## Task directions
List each line of the data that holds the string "with", please.
══ Dataset ══
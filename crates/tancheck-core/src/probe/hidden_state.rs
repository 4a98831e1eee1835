//! The hidden-state probe: calls A, B, A — A the increment, B a different one (the reversed
//! increment, doubled) from the same start — must give the same answers for A. A routine that
//! keeps saved (static) variables between calls fails.
//!
//! B is the probe's own call, off the path: a routine may refuse it with a status (a return
//! past a cone's apex, a strain its law does not take). That is no fault of the routine; B is
//! then tried smaller (the reversed increment, then half the increment), and an increment none
//! of whose B calls the routine takes is not probed (said in the details; skipped when no
//! increment was). A crash or a memory guard's finding in B stays a fault.

use super::Needs;
use super::{faulted, walk, Probe, ProbeEnv, ProbeResult, ProbeStatus};
use crate::error::CoreError;
use crate::routine::Caller;

pub struct HiddenState;

/// The increments B tried, as multiples of the increment A, in order.
const B_FACTORS: [f64; 3] = [-2.0, -1.0, 0.5];

impl Probe for HiddenState {
    fn name(&self) -> &'static str {
        "hidden-state"
    }
    fn needs(&self) -> Needs {
        Needs::empty()
    }
    fn run(&self, caller: &mut Caller<'_>, env: &ProbeEnv<'_>) -> Result<ProbeResult, CoreError> {
        let mut first = None;
        let (mut probed, mut refused) = (0usize, Vec::new());
        let walked = walk(caller, env, |k, d, c| {
            if !env.spec.runs_at(k) || first.is_some() {
                return Ok(());
            }
            let a = (d.base.stress.clone(), d.base.state.clone(), d.base.tangent.clone());
            let full = d.dstrain().to_vec();
            let dtemp = d.dtemp();
            // B: the reversed increment doubled, else smaller ones the routine may take.
            let mut took = false;
            for f in B_FACTORS {
                let b: Vec<f64> = full.iter().map(|x| f * x).collect();
                d.set_increment_keep_count(&b, f * dtemp);
                match d.base_call(c) {
                    Ok(()) => {
                        took = true;
                        break;
                    }
                    Err(crate::routine::Fault::Status { .. }) => continue,
                    Err(other) => return Err(other),
                }
            }
            d.set_increment_keep_count(&full, dtemp);
            d.base_call(c)?;
            if !took {
                refused.push(k);
                return Ok(());
            }
            probed += 1;
            let same = |x: &[f64], y: &[f64]| x.iter().zip(y).all(|(p, q)| p.to_bits() == q.to_bits());
            if !(same(&a.0, &d.base.stress) && same(&a.1, &d.base.state) && same(&a.2, &d.base.tangent)) {
                first = Some(k);
            }
            Ok(())
        });
        if let Err((k, f)) = walked {
            return Ok(faulted("hidden-state", k, &f));
        }
        let refused_note = (!refused.is_empty()).then(|| {
            format!(
                "not probed at increment{} {:?}: the routine refused every other increment B from its start with a status (the reversed increment doubled, the reversed increment, half the increment)",
                if refused.len() == 1 { "" } else { "s" },
                refused
            )
        });
        Ok(match first {
            None if probed == 0 && refused_note.is_some() => {
                let mut r = ProbeResult::new(
                    "hidden-state",
                    ProbeStatus::Skipped,
                    "no increment could be probed: the routine refused every other increment B with a status",
                );
                r.details.extend(refused_note);
                r
            }
            None => {
                let mut r = ProbeResult::new(
                    "hidden-state",
                    ProbeStatus::Pass,
                    "calls A, B, A give the same answers for A",
                );
                r.details.extend(refused_note);
                r
            }
            Some(k) => {
                let mut r = ProbeResult::new(
                    "hidden-state",
                    ProbeStatus::Fail,
                    format!("A, B, A gave a different second A at increment {k}: the routine keeps state between calls (a saved or static variable?)"),
                );
                r.increment = Some(k);
                r
            }
        })
    }
}
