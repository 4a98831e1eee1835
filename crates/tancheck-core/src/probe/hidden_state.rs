//! The hidden-state probe: calls A, B, A — A the increment, B a different one (the reversed
//! increment, doubled) from the same start — must give the same answers for A. A routine that
//! keeps saved (static) variables between calls fails.

use super::Needs;
use super::{faulted, walk, Probe, ProbeEnv, ProbeResult, ProbeStatus};
use crate::error::CoreError;
use crate::routine::Caller;

pub struct HiddenState;

impl Probe for HiddenState {
    fn name(&self) -> &'static str {
        "hidden-state"
    }
    fn needs(&self) -> Needs {
        Needs::empty()
    }
    fn run(&self, caller: &mut Caller<'_>, env: &ProbeEnv<'_>) -> Result<ProbeResult, CoreError> {
        let mut first = None;
        let walked = walk(caller, env, |k, d, c| {
            if !env.spec.runs_at(k) || first.is_some() {
                return Ok(());
            }
            let a = (d.base.stress.clone(), d.base.state.clone(), d.base.tangent.clone());
            let full = d.dstrain().to_vec();
            let dtemp = d.dtemp();
            let b: Vec<f64> = full.iter().map(|x| -2.0 * x).collect();
            d.set_increment_keep_count(&b, -dtemp);
            d.base_call(c)?;
            d.set_increment_keep_count(&full, dtemp);
            d.base_call(c)?;
            let same = |x: &[f64], y: &[f64]| x.iter().zip(y).all(|(p, q)| p.to_bits() == q.to_bits());
            if !(same(&a.0, &d.base.stress) && same(&a.1, &d.base.state) && same(&a.2, &d.base.tangent)) {
                first = Some(k);
            }
            Ok(())
        });
        if let Err((k, f)) = walked {
            return Ok(faulted("hidden-state", k, &f));
        }
        Ok(match first {
            None => ProbeResult::new(
                "hidden-state",
                ProbeStatus::Pass,
                "calls A, B, A give the same answers for A",
            ),
            Some(k) => {
                let mut r = ProbeResult::new(
                    "hidden-state",
                    ProbeStatus::Fail,
                    format!("A, B, A gave a different second A at increment {k}: the routine keeps state between calls (a saved or static variable?)"),
                );
                r.increment = Some(k);
                r
            }
        })
    }
}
═══
## Your solution
//! B is the probe's own call, off the path: a routine may refuse it with a status (a return
                "not probed at increment{} {:?}: the routine refused every other increment B from its start with a status (the reversed increment doubled, the reversed increment, half the increment)",
                    "no increment could be probed: the routine refused every other increment B with a status",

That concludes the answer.